# So upset!



## schnauzerpoodle (Apr 21, 2010)

What do you mean by "brought him home and then went away"?

How old is Onyx?


----------



## Onyx11 (Jan 8, 2012)

Sorry I was just so upset,About 3 days after we brought him home from the breeders I touched his chest and he growled at me..after that he did not do that any more let me touch all over and did not care. He is 12 weeks.


----------



## schnauzerpoodle (Apr 21, 2010)

He's still a young puppy. He's not used to being touched/groomed/handled. Not all puppies come home and grow up with zero undesired behaviors. You need to get him used to being handled by making all these experiences positive ones. Pet him and stuff him a treat and praise him when he's not growling. Do the same for combing and cleaning his face/eyes. Gently grab his paws and play with them. Praise and treat. Repeat multiple times each day. Make every interaction a positive, fun (and delicious) one.

My boy came home at 9 weeks and he started growling at me when he turned 12 or 13 weeks. He hated being moved when asleep. He didn't like his hind paws to be touched. Now he has no problem letting me and/or the groomer do things on him.

Don't be upset. Onyx is a puppy. He has to learn what is acceptable and what not. Give him time. And don't forget to give him treats (of course, ONLY when he's not displaying undesired behaviors.)


----------



## Onyx11 (Jan 8, 2012)

Thank you so much!!! I feel much better now! That's what I have been doing w the treats lots and lots when he is doing good. While I am grooming him I give him a bunch LOL. Again thank you :hug::hug:


----------



## schnauzerpoodle (Apr 21, 2010)

Also play with his ears and gently pull back his lips. These will help him get used to ear-cleaning and his teeth being brushed. Tab a little dog toothpaste or even peanut butter on your finger and stick it into his mouth. Keep all these handling sessions short, positive and yummy~ 

He can do it. You can do it.


----------



## JE-UK (Mar 10, 2010)

Chicken is your friend :smile:. Almost any horrible experience can be made tolerable with chicken.

I don't know Onyx, and it's hard to judge from the description, but he could just be expressing an opinion. 

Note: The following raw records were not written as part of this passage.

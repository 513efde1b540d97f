import { randomUUID } from 'node:crypto'
import { spawn, type ChildProcess } from 'node:child_process'
import { mkdtempSync, rmSync } from 'node:fs'
import { loadavg, tmpdir } from 'node:os'
import path from 'node:path'
import { pathToFileURL } from 'node:url'
import { bundleServer } from '../soak/crash-rounds'
import { anotherVehicle, towInBody } from '../helpers/tow-in'
import { HttpClient, summary } from './http-client'
import { costPerRequest } from './per-request'
import { machine, stopServer, writeResult, type BenchResult } from './results'

// Issue 13, "Load": 50 simulated staff for 60 s on a mixed workload (board reads, tow-ins, moves, quotes,
// payments) against one server on the embedded database, while 500 board streams are held open.
// `queriesPerRequest`: at most this many statements per operation, alone (tests/bench/per-request.ts).
// Counts do not move with the machine's load, so one that grows is work added, not noise. Measured
// before they were folded (main a28b50b): board 2, tow-in 19, move 17, quote 3, payment 26.
const QUERIES_PER_REQUEST: Record<string, number> = { board: 2, 'tow-in': 14, move: 12, quote: 3, payment: 16 }
const GOALS = { staff: 50, seconds: Number(process.env.HOLDFAST_LOAD_SECONDS ?? 60), streams: 500, errors: 0, p95Ms: 150, boardP95RatioWithStreams: 1.5, queriesPerRequest: QUERIES_PER_REQUEST }
const PORT = 3394
const base = `http://127.0.0.1:${PORT}`
// The demo yard's manager and office clerk (server/demo): 40 at the desk and on the trucks, 10 at the counter.
const MANAGER = { email: 'ruben@tamsincreek.example', password: 'quarry-spur-demo' }
const OFFICE = { email: 'priya@tamsincreek.example', password: 'quarry-spur-demo' }
const COUNTER_STAFF = 10
// Between two actions a person reads the screen: 0.5–2 s (an assumption, not a measured figure).
const think = () => new Promise((r) => setTimeout(r, 500 + Math.random() * 1500))

/** A person at a desk of the demo yard, signed in (the yard's manager unless said otherwise). */
const staff = (who = MANAGER) => new HttpClient(base).signIn(who)

async function boardOneAtATime(s: HttpClient, seconds: number) {
  const times: number[] = []
  const until = performance.now() + seconds * 1000
  while (performance.now() < until) {
    const t = performance.now()
    await s.call('GET', '/api/board')
    times.push(performance.now() - t)
  }
  return summary(times)
}

type Record_ = (op: string, ms: number, ok: boolean, detail?: string) => void
const towed: string[] = []

function timer(s: HttpClient, record: Record_) {
  return async (op: string, method: string, url: string, body?: unknown) => {
    const t = performance.now()
    const res = await s.call(method, url, body).catch((err: Error) => ({ status: 0, body: { error: `${err.message} ${String((err.cause as { code?: string } | undefined)?.code ?? "")}` } as Record<string, unknown> }))
    record(op, performance.now() - t, res.status >= 200 && res.status < 300, res.status >= 300 || res.status === 0 ? `${op} ${res.status} ${JSON.stringify(res.body).slice(0, 160)}` : undefined)
    await think()
    return res
  }
}

/** A dispatcher's loop: the board, a tow-in, its move to teardown, a storage quote. */
async function desk(s: HttpClient, until: number, record: Record_) {
  const timed = timer(s, record)
  while (performance.now() < until) {
    await timed('board', 'GET', '/api/board')
    const res = await timed('tow-in', 'POST', '/api/vehicles', towInBody(s.userId, anotherVehicle))
    if (res.status === 201) {
      const id = String(res.body.id)
      const moved = await timed('move', 'POST', `/api/vehicles/${id}/moves`, { to: 'teardown', version: Number(res.body.version ?? 1) })
      // Offered to the counter only once the dispatcher is done with it: a payment bumps the version, and
      // a move sent from the version before it would be refused (409), as a real board would be.
      if (moved.status === 200) towed.push(id)
    }
    await timed('quote', 'POST', '/api/quotes/storage', { ruleSetId: 'california-sample', stay: { arrivedAt: '2026-03-01T12:00:00Z', vehicleClass: 'standard' }, asOf: '2026-03-04T12:00:00Z' })
  }
}

/** A counter clerk's loop: the board, then a small cash payment on a vehicle towed in and moved during the run. */
async function counter(s: HttpClient, until: number, record: Record_) {
  const timed = timer(s, record)
  while (performance.now() < until) {
    await timed('board', 'GET', '/api/board')
    const id = towed[Math.floor(Math.random() * towed.length)]
    if (id) await timed('payment', 'POST', `/api/vehicles/${id}/payments`, { idempotencyKey: randomUUID(), method: 'cash', amountCents: 100, tenderedCents: 100 })
  }
}

export async function run(): Promise<BenchResult> {
  const loadBefore = loadavg()[0]!
  const dataDir = mkdtempSync(path.join(tmpdir(), 'holdfast-load-bench-'))
  let server: ChildProcess | undefined
  const streams: AbortController[] = []
  try {
    // Each operation alone first, in this process, on the same port before the server takes it.
    const perRequest = await costPerRequest(PORT)
    const queriesMet = Object.entries(QUERIES_PER_REQUEST).every(([op, most]) => (perRequest[op]?.queries ?? Infinity) <= most)
    const entry = await bundleServer()
    // HOLDFAST_LOAD_NODE_ARGS passes flags to the server's node, such as `--cpu-prof --cpu-prof-dir=<dir>` for a profile of the run.
    const nodeArgs = (process.env.HOLDFAST_LOAD_NODE_ARGS ?? '').split(' ').filter(Boolean)
    server = spawn(process.execPath, [...nodeArgs, entry], {
      env: { ...process.env, HOLDFAST_DATA_DIR: dataDir, PORT: String(PORT), HOST: '127.0.0.1', LOG_LEVEL: 'warn', HOLDFAST_DEMO: '1', HOLDFAST_SIGNIN_PER_IP: '100000' },
      stdio: ['ignore', 'ignore', 'inherit'],
    })
    for (let i = 0; ; i++) {
      if (await fetch(`${base}/api/health`).then((r) => r.ok, () => false)) break
      if (i > 1200) throw new Error('the server did not start')
      await new Promise((r) => setTimeout(r, 100))
    }
    const people: HttpClient[] = []
    for (let i = 0; i < GOALS.staff; i++) people.push(await staff(i < COUNTER_STAFF ? OFFICE : MANAGER))
    const reader = people.at(-1)!
    const boardBefore = await boardOneAtATime(reader, 8)

    // 500 live board streams, five to a session (the cap), each drained as events arrive.
    let streamsOpen = 0
    const streamSessions: HttpClient[] = []
    for (let i = 0; i < GOALS.streams / 5; i++) streamSessions.push(await staff())
    await Promise.all(
      Array.from({ length: GOALS.streams }, async (_, i) => {
        const abort = new AbortController()
        streams.push(abort)
        const s = streamSessions[Math.floor(i / 5)]!
        const res = await fetch(`${base}/api/board/events`, { headers: { cookie: s.cookie, accept: 'text/event-stream' }, signal: abort.signal })
        if (res.status === 200) streamsOpen++
        void (async () => {
          for await (const _chunk of res.body ?? []) void _chunk
        })().catch(() => undefined)
      }),
    )
    const boardWithStreams = await boardOneAtATime(reader, 8)

    // The mixed workload, streams still open.
    const times = new Map<string, number[]>()
    const failedBy = new Map<string, number>()
    const all: number[] = []
    let errors = 0
    const firstErrors: string[] = []
    const until = performance.now() + GOALS.seconds * 1000
    await Promise.all(
      people.map((s, i) =>
        (i < COUNTER_STAFF ? counter : desk)(s, until, (op, ms, ok, detail) => {
          times.set(op, [...(times.get(op) ?? []), ms])
          all.push(ms)
          if (!ok) {
            errors++
            failedBy.set(op, (failedBy.get(op) ?? 0) + 1)
            if (detail && firstErrors.length < 5) firstErrors.push(detail)
          }
        }),
      ),
    )
    const overall = summary(all)
    const byOperation = Object.fromEntries([...times].map(([op, t]) => [op, { ...summary(t), errors: failedBy.get(op) ?? 0 }]))
    const streamRatio = Number((boardWithStreams.p95Ms / Math.max(1, boardBefore.p95Ms)).toFixed(2))
    const met = errors === GOALS.errors && overall.p95Ms <= GOALS.p95Ms && streamsOpen === GOALS.streams && streamRatio <= GOALS.boardP95RatioWithStreams && queriesMet
    const result: BenchResult = {
      name: 'load',
      goals: GOALS,
      met,
      workload: `${GOALS.staff - COUNTER_STAFF} dispatchers (board, tow-in, move, quote) and ${COUNTER_STAFF} counter clerks (board, payment), each waiting 0.5–2 s between actions`,
      requests: overall.count,
      requestsPerSecond: Math.round(overall.count / GOALS.seconds),
      errors,
      firstErrors,
      overall,
      byOperation,
      perRequest,
      streams: { open: streamsOpen, boardOneAtATimeBefore: boardBefore, boardOneAtATimeWithStreams: boardWithStreams, p95Ratio: streamRatio },
      machine: machine(loadBefore),
    }
    writeResult(result)
    return result
  } finally {
    for (const a of streams) a.abort()
    await stopServer(server)
    rmSync(dataDir, { recursive: true, force: true })
  }
}

if (process.argv[1] && import.meta.url === pathToFileURL(process.argv[1]).href) console.log(JSON.stringify(await run(), null, 2))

My poodle is pretty vocal, and has opinions. In his case, it doesn't mean anything except he wants me to know he disapproves. He grumbles when I clean his feet, when I move him on the sofa, when I clean his ears, etc. I never mind the growling, as it's the best early-warning system there is. It doesn't mean I stop doing whatever it is I'm doing, but I always at least acknowledge that he doesn't agree it's necessary. Comes in handy sometimes ... I found a cut in his long ear hair because he told me it hurt.


----------



## Rowan (May 27, 2011)

I've never had a growler. Brandy would growl if I tried to take a bone away from him (I adopted the swap system--chicken for bone), but none of mine ever growled during grooming or handling. Whatever you do, don't let him "get away with it" or he'll learn that by growling, he gets his way. 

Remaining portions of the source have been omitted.